▶ SUPPLIED INFORMATION:
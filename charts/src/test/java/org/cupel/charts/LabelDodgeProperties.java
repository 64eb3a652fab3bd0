package org.cupel.charts;

import static org.junit.jupiter.api.Assertions.assertArrayEquals;
import static org.junit.jupiter.api.Assertions.assertEquals;
import static org.junit.jupiter.api.Assertions.assertTrue;

import java.util.Arrays;
import java.util.List;
import org.cupel.testing.Gen;
import org.cupel.testing.SeededTries;
import org.junit.jupiter.api.Test;

/** Labels moved apart along an axis: never overlapping, in order, inside the span, and no further than needed. */
class LabelDodgeProperties {
    private static final double EPS = 1e-9;

    /** Labels' wanted centres and sizes, the gap kept between them and the span they must stay in. */
    record Labels(double[] wanted, double[] sizes, double gap, double min, double max) {
        @Override
        public String toString() {
            return "wanted " + Arrays.toString(wanted) + ", sizes " + Arrays.toString(sizes) + ", gap " + gap
                    + ", span " + min + " to " + max;
        }
    }

    private static Labels draw(java.util.Random r, int n, double span) {
        double[] wanted = new double[n];
        double[] sizes = new double[n];
        for (int i = 0; i < n; i++) {
            // Clustered positions, as the thin parts at the top of bars are.
            wanted[i] = r.nextBoolean() ? span * r.nextDouble() : span * (0.9 + 0.1 * r.nextDouble());
            sizes[i] = 4 + 12 * r.nextDouble();
        }
        return new Labels(wanted, sizes, 2 * r.nextDouble(), 0, span);
    }

    @Test
    void labelsNeverOverlapKeepTheirOrderAndStayInTheSpan() {
        Gen<Labels> any = r -> draw(r, r.nextInt(12), 100 + 400 * r.nextDouble());
        // None, one, two on the same spot, many crowded at one end.
        List<Gen<Labels>> edges = List.of(r -> draw(r, 0, 100), r -> draw(r, 1, 100),
                r -> new Labels(new double[] {50, 50}, new double[] {10, 10}, 2, 0, 100),
                r -> new Labels(new double[] {99, 99.5, 100, 100, 98}, new double[] {12, 12, 12, 12, 12}, 1, 0, 100),
                r -> new Labels(new double[] {0, 0, 1}, new double[] {12, 12, 12}, 1, 0, 100));
        SeededTries.forAll(500, edges, any, in -> {
            double[] at = LabelDodge.place(in.wanted(), in.sizes(), in.gap(), in.min(), in.max());
            Integer[] order = byWanted(in.wanted());
            double need = Arrays.stream(in.sizes()).sum() + Math.max(0, in.sizes().length - 1) * in.gap();
            for (int k = 1; k < order.length; k++) {
                int p = order[k - 1];
                int q = order[k];
                assertTrue(at[p] + in.sizes()[p] / 2 + in.gap() <= at[q] - in.sizes()[q] / 2 + EPS,
                        "labels " + p + " and " + q + " overlap: " + Arrays.toString(at));
            }
            if (need <= in.max() - in.min()) {
                for (int i = 0; i < at.length; i++) {
                    assertTrue(at[i] - in.sizes()[i] / 2 >= in.min() - EPS
                            && at[i] + in.sizes()[i] / 2 <= in.max() + EPS, "label " + i + " outside the span");
                }
            }
        });
    }

    @Test
    void labelsThatDoNotTouchStayWhereTheyBelong() {
        SeededTries.forAll(300, r -> {
            int n = r.nextInt(8);
            double[] wanted = new double[n];
            double[] sizes = new double[n];
            double at = 10;
            for (int i = 0; i < n; i++) {
                sizes[i] = 4 + 8 * r.nextDouble();
                at += sizes[i] / 2;
                wanted[i] = at;
                at += sizes[i] / 2 + 2 + 20 * r.nextDouble();
            }
            return new Labels(wanted, sizes, 2, 0, at + 10);
        }, in -> assertArrayEquals(in.wanted(), LabelDodge.place(in.wanted(), in.sizes(), in.gap(), in.min(),
                in.max()), EPS));
    }

    /**
     * Hand-worked: two labels 10 high wanted at 50 and 52 with a gap of 2 must be 12 apart; the least squares
     * placement splits the 10 they lack evenly, 45 and 57 (mean 51, as wanted). A lone label wanted at 2 in
     * [0, 100] is pushed in to 5, its half size; three 10 high wanted at 100 with gap 3 take 36 and end at the top:
     * starts 64, 77, 90, centres 69, 82, 95 (ties keep their order).
     */
    @Test
    void overlapsAreSplitEvenlyAndTheSpanIsKept() {
        assertArrayEquals(new double[] {45, 57}, LabelDodge.place(new double[] {50, 52}, new double[] {10, 10}, 2, 0,
                100), EPS);
        assertArrayEquals(new double[] {57, 45}, LabelDodge.place(new double[] {52, 50}, new double[] {10, 10}, 2, 0,
                100), EPS);
        assertArrayEquals(new double[] {5}, LabelDodge.place(new double[] {2}, new double[] {10}, 2, 0, 100), EPS);
        assertArrayEquals(new double[] {69, 82, 95}, LabelDodge.place(new double[] {100, 100, 100},
                new double[] {10, 10, 10}, 3, 0, 100), EPS);
        assertEquals(0, LabelDodge.place(new double[0], new double[0], 2, 0, 100).length);
    }

    private static Integer[] byWanted(double[] wanted) {
        Integer[] order = new Integer[wanted.length];
        for (int i = 0; i < order.length; i++) {
            order[i] = i;
        }
        Arrays.sort(order, (p, q) -> Double.compare(wanted[p], wanted[q]));
        return order;
    }
}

▶ ABOUT THIS EXERCISE:
Reproduce the whole listing without changing anything.

▶ ANSWER SPACE:
filename charts/src/test/java/org/cupel/charts/LabelDodgeProperties.java
repository 64eb3a652fab3bd0
package org.cupel.charts;

import static org.junit.jupiter.api.Assertions.assertArrayEquals;
import static org.junit.jupiter.api.Assertions.assertEquals;
import static org.junit.jupiter.api.Assertions.assertTrue;

import java.util.Arrays;
import java.util.List;
import org.cupel.testing.Gen;
import org.cupel.testing.SeededTries;
import org.junit.jupiter.api.Test;

/** Labels moved apart along an axis: never overlapping, in order, inside the span, and no further than needed. */
class LabelDodgeProperties {
    private static final double EPS = 1e-9;

    /** Labels' wanted centres and sizes, the gap kept between them and the span they must stay in. */
    record Labels(double[] wanted, double[] sizes, double gap, double min, double max) {
        @Override
        public String toString() {
            return "wanted " + Arrays.toString(wanted) + ", sizes " + Arrays.toString(sizes) + ", gap " + gap
                    + ", span " + min + " to " + max;
        }
    }

    private static Labels draw(java.util.Random r, int n, double span) {
        double[] wanted = new double[n];
        double[] sizes = new double[n];
        for (int i = 0; i < n; i++) {
            // Clustered positions, as the thin parts at the top of bars are.
            wanted[i] = r.nextBoolean() ? span * r.nextDouble() : span * (0.9 + 0.1 * r.nextDouble());
            sizes[i] = 4 + 12 * r.nextDouble();
        }
        return new Labels(wanted, sizes, 2 * r.nextDouble(), 0, span);
    }

    @Test
    void labelsNeverOverlapKeepTheirOrderAndStayInTheSpan() {
        Gen<Labels> any = r -> draw(r, r.nextInt(12), 100 + 400 * r.nextDouble());
        // None, one, two on the same spot, many crowded at one end.
        List<Gen<Labels>> edges = List.of(r -> draw(r, 0, 100), r -> draw(r, 1, 100),
                r -> new Labels(new double[] {50, 50}, new double[] {10, 10}, 2, 0, 100),
                r -> new Labels(new double[] {99, 99.5, 100, 100, 98}, new double[] {12, 12, 12, 12, 12}, 1, 0, 100),
                r -> new Labels(new double[] {0, 0, 1}, new double[] {12, 12, 12}, 1, 0, 100));
        SeededTries.forAll(500, edges, any, in -> {
            double[] at = LabelDodge.place(in.wanted(), in.sizes(), in.gap(), in.min(), in.max());
            Integer[] order = byWanted(in.wanted());
            double need = Arrays.stream(in.sizes()).sum() + Math.max(0, in.sizes().length - 1) * in.gap();
            for (int k = 1; k < order.length; k++) {
                int p = order[k - 1];
                int q = order[k];
                assertTrue(at[p] + in.sizes()[p] / 2 + in.gap() <= at[q] - in.sizes()[q] / 2 + EPS,
                        "labels " + p + " and " + q + " overlap: " + Arrays.toString(at));
            }
            if (need <= in.max() - in.min()) {
                for (int i = 0; i < at.length; i++) {
                    assertTrue(at[i] - in.sizes()[i] / 2 >= in.min() - EPS
                            && at[i] + in.sizes()[i] / 2 <= in.max() + EPS, "label " + i + " outside the span");
                }
            }
        });
    }

    @Test
    void labelsThatDoNotTouchStayWhereTheyBelong() {
        SeededTries.forAll(300, r -> {
            int n = r.nextInt(8);
            double[] wanted = new double[n];
            double[] sizes = new double[n];
            double at = 10;
            for (int i = 0; i < n; i++) {
                sizes[i] = 4 + 8 * r.nextDouble();
                at += sizes[i] / 2;
                wanted[i] = at;
                at += sizes[i] / 2 + 2 + 20 * r.nextDouble();
            }
            return new Labels(wanted, sizes, 2, 0, at + 10);
        }, in -> assertArrayEquals(in.wanted(), LabelDodge.place(in.wanted(), in.sizes(), in.gap(), in.min(),
                in.max()), EPS));
    }

    /**
     * Hand-worked: two labels 10 high wanted at 50 and 52 with a gap of 2 must be 12 apart; the least squares
     * placement splits the 10 they lack evenly, 45 and 57 (mean 51, as wanted). A lone label wanted at 2 in
     * [0, 100] is pushed in to 5, its half size; three 10 high wanted at 100 with gap 3 take 36 and end at the top:
     * starts 64, 77, 90, centres 69, 82, 95 (ties keep their order).
     */
    @Test
    void overlapsAreSplitEvenlyAndTheSpanIsKept() {
        assertArrayEquals(new double[] {45, 57}, LabelDodge.place(new double[] {50, 52}, new double[] {10, 10}, 2, 0,
                100), EPS);
        assertArrayEquals(new double[] {57, 45}, LabelDodge.place(new double[] {52, 50}, new double[] {10, 10}, 2, 0,
                100), EPS);
        assertArrayEquals(new double[] {5}, LabelDodge.place(new double[] {2}, new double[] {10}, 2, 0, 100), EPS);
        assertArrayEquals(new double[] {69, 82, 95}, LabelDodge.place(new double[] {100, 100, 100},
                new double[] {10, 10, 10}, 3, 0, 100), EPS);
        assertEquals(0, LabelDodge.place(new double[0], new double[0], 2, 0, 100).length);
    }

    private static Integer[] byWanted(double[] wanted) {
        Integer[] order = new Integer[wanted.length];
        for (int i = 0; i < order.length; i++) {
            order[i] = i;
        }
        Arrays.sort(order, (p, q) -> Double.compare(wanted[p], wanted[q]));
        return order;
    }
}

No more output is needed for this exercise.